= Task goal =
For every line in the records below that holds "Neutral", make a copy.

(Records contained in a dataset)
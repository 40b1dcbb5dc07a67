package store

import (
	"math"
	"path/filepath"
	"testing"
	"time"

	"github.com/gridloupe/gridloupe/metrics"
)

// TestStoredRecordsAggregateDPF: 10 min records read back from the store
// aggregate into a 2 h total dpf from their P1⁺ and Q1⁺ (DESIGN: dpf from
// the aggregated P1 and Q1). A balanced load with P1⁺ = 0.8·S1⁺ and
// Q1⁺ = 0.6·S1⁺ has dpf = 0.8 (closed form cos φ).
func TestStoredRecordsAggregateDPF(t *testing.T) {
	t.Parallel()
	s := setup8([]int{1, 5, 7})
	db := openTest(t, Options{Path: filepath.Join(t.TempDir(), "a.db")})
	if err := db.SetLayout(s); err != nil {
		t.Fatal(err)
	}
	base := time.Date(2026, 3, 1, 0, 0, 0, 0, time.UTC)
	var recs []*metrics.Record
	for i := range 12 {
		r := metrics.NewRecord(s)
		r.Interval, r.Start, r.DurationS, r.Samples = metrics.Int10min, base.Add(time.Duration(i)*10*time.Minute), 600, 6144000
		r.Total = metrics.TotalValues{P: 80000, Q1: 60000, S: 100000, Se: 100000, Se1: 100000, Ve: 230, Ie: 145, PF: 0.8, DPF: 0.8,
			P1Pos: 80000, Q1Pos: 60000}
		recs = append(recs, r)
	}
	if err := db.PutAggregates(recs); err != nil {
		t.Fatal(err)
	}
	a := metrics.NewAggregator(s)
	if err := db.Query(metrics.Int10min, time.Time{}, time.Time{}, func(r *metrics.Record) error { a.Add(r); return nil }); err != nil {
		t.Fatal(err)
	}
	out := metrics.NewRecord(s)
	a.Result(out)
	// float32 storage: 6e-8 relative; 1e-6 is ample
	if math.Abs(out.Total.DPF-0.8) > 1e-6 {
		t.Errorf("2 h total dpf %v from stored records, want 0.8", out.Total.DPF)
	}
}
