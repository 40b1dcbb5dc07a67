package store

import "errors"

// ErrLocked means the store file's lock could not be taken within the
// timeout: another process (or another DB in this one) holds it.
var ErrLocked = errors.New("store: file is locked")

// ErrClosed is returned by methods called after Close.
var ErrClosed = errors.New("store: closed")

// ErrReadOnly is returned by writing methods of a read-only DB.
var ErrReadOnly = errors.New("store: opened read-only")

// ErrNoLayout means no record layout has been stored yet (SetLayout first).
var ErrNoLayout = errors.New("store: no record layout")

// ErrBadLayout means a layout is invalid or a record does not fit its layout.
var ErrBadLayout = errors.New("store: record does not match layout")

// ErrCorrupt means stored bytes could not be decoded.
var ErrCorrupt = errors.New("store: corrupt data")

// ErrBadRecord means a record cannot be stored (nil, bad interval, start before 1970).
var ErrBadRecord = errors.New("store: bad record")

// ErrBadMessage means an outbox message is invalid (empty topic, bad class or QoS).
var ErrBadMessage = errors.New("store: bad message")

// ErrFull means the size cap was reached and trimming could not free enough space.
var ErrFull = errors.New("store: size cap reached")

// ErrDamaged means the store file is damaged (a bad page, a truncated file,
// a failed consistency check): it cannot be used as it is.
var ErrDamaged = errors.New("store: damaged store")
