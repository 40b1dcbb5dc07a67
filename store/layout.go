package store

import (
	"encoding/json"
	"fmt"

	"github.com/gridloupe/gridloupe/metrics"
)

// maxChannels and maxOrder bound a layout so a record's size stays sane.
const (
	maxChannels = 64
	maxOrder    = 1000
)

// layoutJSON is the stored form of a metrics.Setup. It names every field
// explicitly so the file format does not follow Go field names.
type layoutJSON struct {
	Channels  []channelJSON `json:"channels"`
	Orders    []int         `json:"orders"`
	AllOrders bool          `json:"all_orders"`
	Wiring    string        `json:"wiring"`
	NominalV  float64       `json:"nominal_v"`
	NominalI  float64       `json:"nominal_a"`
	ILA       float64       `json:"il_a"`
	Reference int           `json:"reference"`
	Pairs     []pairJSON    `json:"pairs"`
	Neutral   int           `json:"neutral"`
	VIdx      [3]int        `json:"v_idx"`
	IIdx      [3]int        `json:"i_idx"`
	Circuits  []circuitJSON `json:"circuits,omitempty"`
}

type circuitJSON struct {
	Name     string  `json:"name"`
	Currents []int   `json:"currents"`
	ILA      float64 `json:"il_a,omitempty"`
}

type channelJSON struct {
	Name      string  `json:"name"`
	Kind      string  `json:"kind"`
	Phase     string  `json:"phase"`
	FullScale float64 `json:"full_scale"`
	DelayS    float64 `json:"delay_s"`
}

type pairJSON struct {
	Phase string `json:"phase"`
	V     int    `json:"v"`
	I     int    `json:"i"`
}

var wiringNames = map[metrics.Wiring]string{metrics.SinglePhase: "single-phase", metrics.Wye: "wye", metrics.Delta: "delta"}

// validateLayout checks what the record codec relies on.
func validateLayout(s *metrics.Setup) error {
	if s == nil {
		return fmt.Errorf("nil setup: %w", ErrBadLayout)
	}
	if n := len(s.Channels); n == 0 || n > maxChannels {
		return fmt.Errorf("%d channels (1..%d allowed): %w", n, maxChannels, ErrBadLayout)
	}
	if len(s.Orders) == 0 || s.Orders[0] != 1 {
		return fmt.Errorf("orders must start with 1: %w", ErrBadLayout)
	}
	for i := 1; i < len(s.Orders); i++ {
		if s.Orders[i] <= s.Orders[i-1] || s.Orders[i] > maxOrder {
			return fmt.Errorf("orders must ascend within 1..%d: %w", maxOrder, ErrBadLayout)
		}
	}
	for i, c := range s.Channels {
		if c.Name == "" {
			return fmt.Errorf("channel %d has no name: %w", i, ErrBadLayout)
		}
		if c.Kind != metrics.Voltage && c.Kind != metrics.Current {
			return fmt.Errorf("channel %q: kind %d: %w", c.Name, c.Kind, ErrBadLayout)
		}
	}
	if _, ok := wiringNames[s.Wiring]; !ok {
		return fmt.Errorf("wiring %d: %w", s.Wiring, ErrBadLayout)
	}
	if s.Reference < 0 || s.Reference >= len(s.Channels) {
		return fmt.Errorf("reference index %d: %w", s.Reference, ErrBadLayout)
	}
	return nil
}

func marshalLayout(s *metrics.Setup) ([]byte, error) {
	if err := validateLayout(s); err != nil {
		return nil, err
	}
	l := layoutJSON{
		Orders: append([]int(nil), s.Orders...), AllOrders: s.AllOrders, Wiring: wiringNames[s.Wiring],
		NominalV: s.NominalV, NominalI: s.NominalI, ILA: s.ILA, Reference: s.Reference,
		Neutral: s.Neutral, VIdx: s.VIdx, IIdx: s.IIdx,
	}
	for _, c := range s.Channels {
		ph := string(rune(c.Phase))
		if c.To != 0 {
			ph += string(rune(c.To)) // a line-to-line voltage (delta)
		}
		l.Channels = append(l.Channels, channelJSON{Name: c.Name, Kind: c.Kind.String(),
			Phase: ph, FullScale: c.FullScale, DelayS: c.DelayS})
	}
	for _, p := range s.Pairs {
		l.Pairs = append(l.Pairs, pairJSON{Phase: string(rune(p.Phase)), V: p.V, I: p.I})
	}
	for _, c := range s.Circuits {
		l.Circuits = append(l.Circuits, circuitJSON{Name: c.Name, Currents: append([]int(nil), c.Currents...), ILA: c.ILA})
	}
	b, err := json.Marshal(l)
	if err != nil {
		return nil, fmt.Errorf("store: encode layout: %w", err)
	}
	return b, nil
}

func phaseByte(s string) (byte, error) {
	if len(s) != 1 {
		return 0, fmt.Errorf("phase %q: %w", s, ErrCorrupt)
	}
	return s[0], nil
}

func unmarshalLayout(b []byte) (*metrics.Setup, error) {
	var l layoutJSON
	if err := json.Unmarshal(b, &l); err != nil {
		return nil, fmt.Errorf("decode layout: %w: %w", ErrCorrupt, err)
	}
	s := &metrics.Setup{
		Orders: l.Orders, AllOrders: l.AllOrders, NominalV: l.NominalV, NominalI: l.NominalI,
		ILA: l.ILA, Reference: l.Reference, Neutral: l.Neutral, VIdx: l.VIdx, IIdx: l.IIdx,
	}
	for w, name := range wiringNames {
		if name == l.Wiring {
			s.Wiring = w
		}
	}
	for _, c := range l.Channels {
		var to byte
		p := c.Phase
		if len(p) == 2 && s.Wiring == metrics.Delta {
			p, to = p[:1], p[1]
		}
		ph, err := phaseByte(p)
		if err != nil {
			return nil, err
		}
		ch := metrics.Channel{Name: c.Name, Phase: ph, To: to, FullScale: c.FullScale, DelayS: c.DelayS}
		switch c.Kind {
		case metrics.Voltage.String():
			ch.Kind = metrics.Voltage
		case metrics.Current.String():
			ch.Kind = metrics.Current
		}
		s.Channels = append(s.Channels, ch)
	}
	for _, p := range l.Pairs {
		ph, err := phaseByte(p.Phase)
		if err != nil {
			return nil, err
		}
		s.Pairs = append(s.Pairs, metrics.Pair{Phase: ph, V: p.V, I: p.I})
	}
	if err := validateLayout(s); err != nil {
		return nil, fmt.Errorf("stored layout: %w: %w", ErrCorrupt, err)
	}
	s.Products = s.Pairs
	for _, c := range l.Circuits {
		s.Circuits = append(s.Circuits, metrics.Circuit{Name: c.Name, Currents: c.Currents, ILA: c.ILA})
	}
	if s.Wiring == metrics.Delta || len(s.Circuits) > 0 {
		// re-derive the line map and wattmeter elements (not stored)
		d, err := metrics.NewSetup(*s)
		if err != nil {
			return nil, fmt.Errorf("stored layout: %w: %w", ErrCorrupt, err)
		}
		return d, nil
	}
	return s, nil
}

// cloneSetup returns a deep copy, so callers cannot change the cached layout.
func cloneSetup(s *metrics.Setup) *metrics.Setup {
	c := *s
	c.Channels = append([]metrics.Channel(nil), s.Channels...)
	c.Orders = append([]int(nil), s.Orders...)
	c.Pairs = append([]metrics.Pair(nil), s.Pairs...)
	c.Products = append([]metrics.Pair(nil), s.Products...)
	c.Circuits = append([]metrics.Circuit(nil), s.Circuits...)
	return &c
}
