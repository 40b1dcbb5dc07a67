package store

import (
	"fmt"

	"github.com/gridloupe/gridloupe/metrics"
)

// Circuits follow the record's bus part (only for layouts with circuits,
// so records without them keep their bytes): per circuit, the phase count
// and phases (letter + the stored per-phase quantities, float32), the totals (11 float32) when the
// circuit has them, a presence byte for the current sequence, then the
// sequence (3 float32 per order) and the current unbalance (float32).

func appendCircuits(b []byte, r *metrics.Record, s *metrics.Setup) ([]byte, error) {
	if len(s.Circuits) == 0 {
		return b, nil
	}
	if len(r.Circuits) != len(s.Circuits) {
		return b, fmt.Errorf("%d circuits, layout has %d: %w", len(r.Circuits), len(s.Circuits), ErrBadLayout)
	}
	for k, c := range s.Circuits {
		cr := r.Circuits[k].Rec
		if cr == nil || len(cr.Phases) != len(c.Sub.Pairs) || (len(cr.SeqI) != 0 && len(cr.SeqI) != len(s.Orders)) {
			return b, fmt.Errorf("circuit %q: values do not match its layout: %w", c.Name, ErrBadLayout)
		}
		b = appendPhases(b, cr.Phases)
		if c.Sub.HasTotal() {
			t := &cr.Total
			for _, v := range [...]float64{t.P, t.Q1, t.S, t.Se, t.Se1, t.Ve, t.Ie, t.PF, t.DPF, t.P1Pos, t.Q1Pos} {
				b = appendF32(b, v)
			}
		}
		var pres byte
		if len(cr.SeqI) > 0 {
			pres = 1
		}
		b = append(b, pres)
		for _, q := range cr.SeqI {
			b = appendF32(b, q.Pos)
			b = appendF32(b, q.Neg)
			b = appendF32(b, q.Zero)
		}
		b = appendF32(b, cr.UnbI)
	}
	return b, nil
}

func readCircuits(rd *reader, r *metrics.Record, s *metrics.Setup, ver byte) error {
	if len(s.Circuits) == 0 {
		return nil
	}
	r.Circuits = make([]metrics.CircuitValues, len(s.Circuits))
	for k, c := range s.Circuits {
		cr := newRecord(c.Sub)
		for i := range cr.Channels {
			copyChannel(&cr.Channels[i], &r.Channels[c.Map[i]])
		}
		var err error
		if cr.Phases, err = readPhases(rd, ver); err != nil {
			return fmt.Errorf("circuit %q: %w", c.Name, err)
		}
		if c.Sub.HasTotal() {
			t := &cr.Total
			t.P, t.Q1, t.S, t.Se, t.Se1 = rd.f32(), rd.f32(), rd.f32(), rd.f32(), rd.f32()
			t.Ve, t.Ie, t.PF, t.DPF, t.P1Pos, t.Q1Pos = rd.f32(), rd.f32(), rd.f32(), rd.f32(), rd.f32(), rd.f32()
		}
		cr.UnbV = nan()
		if rd.u8() != 0 && rd.err == nil {
			cr.SeqI = make([]metrics.Seq, len(s.Orders))
			for j := range cr.SeqI {
				cr.SeqI[j] = metrics.Seq{H: s.Orders[j], Pos: rd.f32(), Neg: rd.f32(), Zero: rd.f32()}
			}
		}
		cr.UnbI = rd.f32()
		r.Circuits[k] = metrics.CircuitValues{Name: c.Name, Rec: cr}
	}
	return nil
}

// copyChannel fills a circuit record's channel values from the bus record
// (the circuit's channels are the bus's, not stored twice).
func copyChannel(dst, src *metrics.ChannelValues) {
	h := dst.H
	*dst = *src
	dst.H = append(h[:0], src.H...)
}

// circuitBytes is one circuit's part of a record.
func circuitBytes(sub *metrics.Setup) int {
	_, perPh := storedScalars()
	n := 1 + len(sub.Pairs)*(1+perPh*4) + 1 + 4
	if sub.HasTotal() {
		n += 11 * 4
	}
	if sub.HasSequence(metrics.Current) {
		n += len(sub.Orders) * 3 * 4
	}
	return n
}
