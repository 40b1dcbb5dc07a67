//go:build !race

package mqtt_test

const raceEnabled = false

= Solution for this task =
	Neutral   int           `json:"neutral"`
		Neutral: s.Neutral, VIdx: s.VIdx, IIdx: s.IIdx,
		ILA: l.ILA, Reference: l.Reference, Neutral: l.Neutral, VIdx: l.VIdx, IIdx: l.IIdx,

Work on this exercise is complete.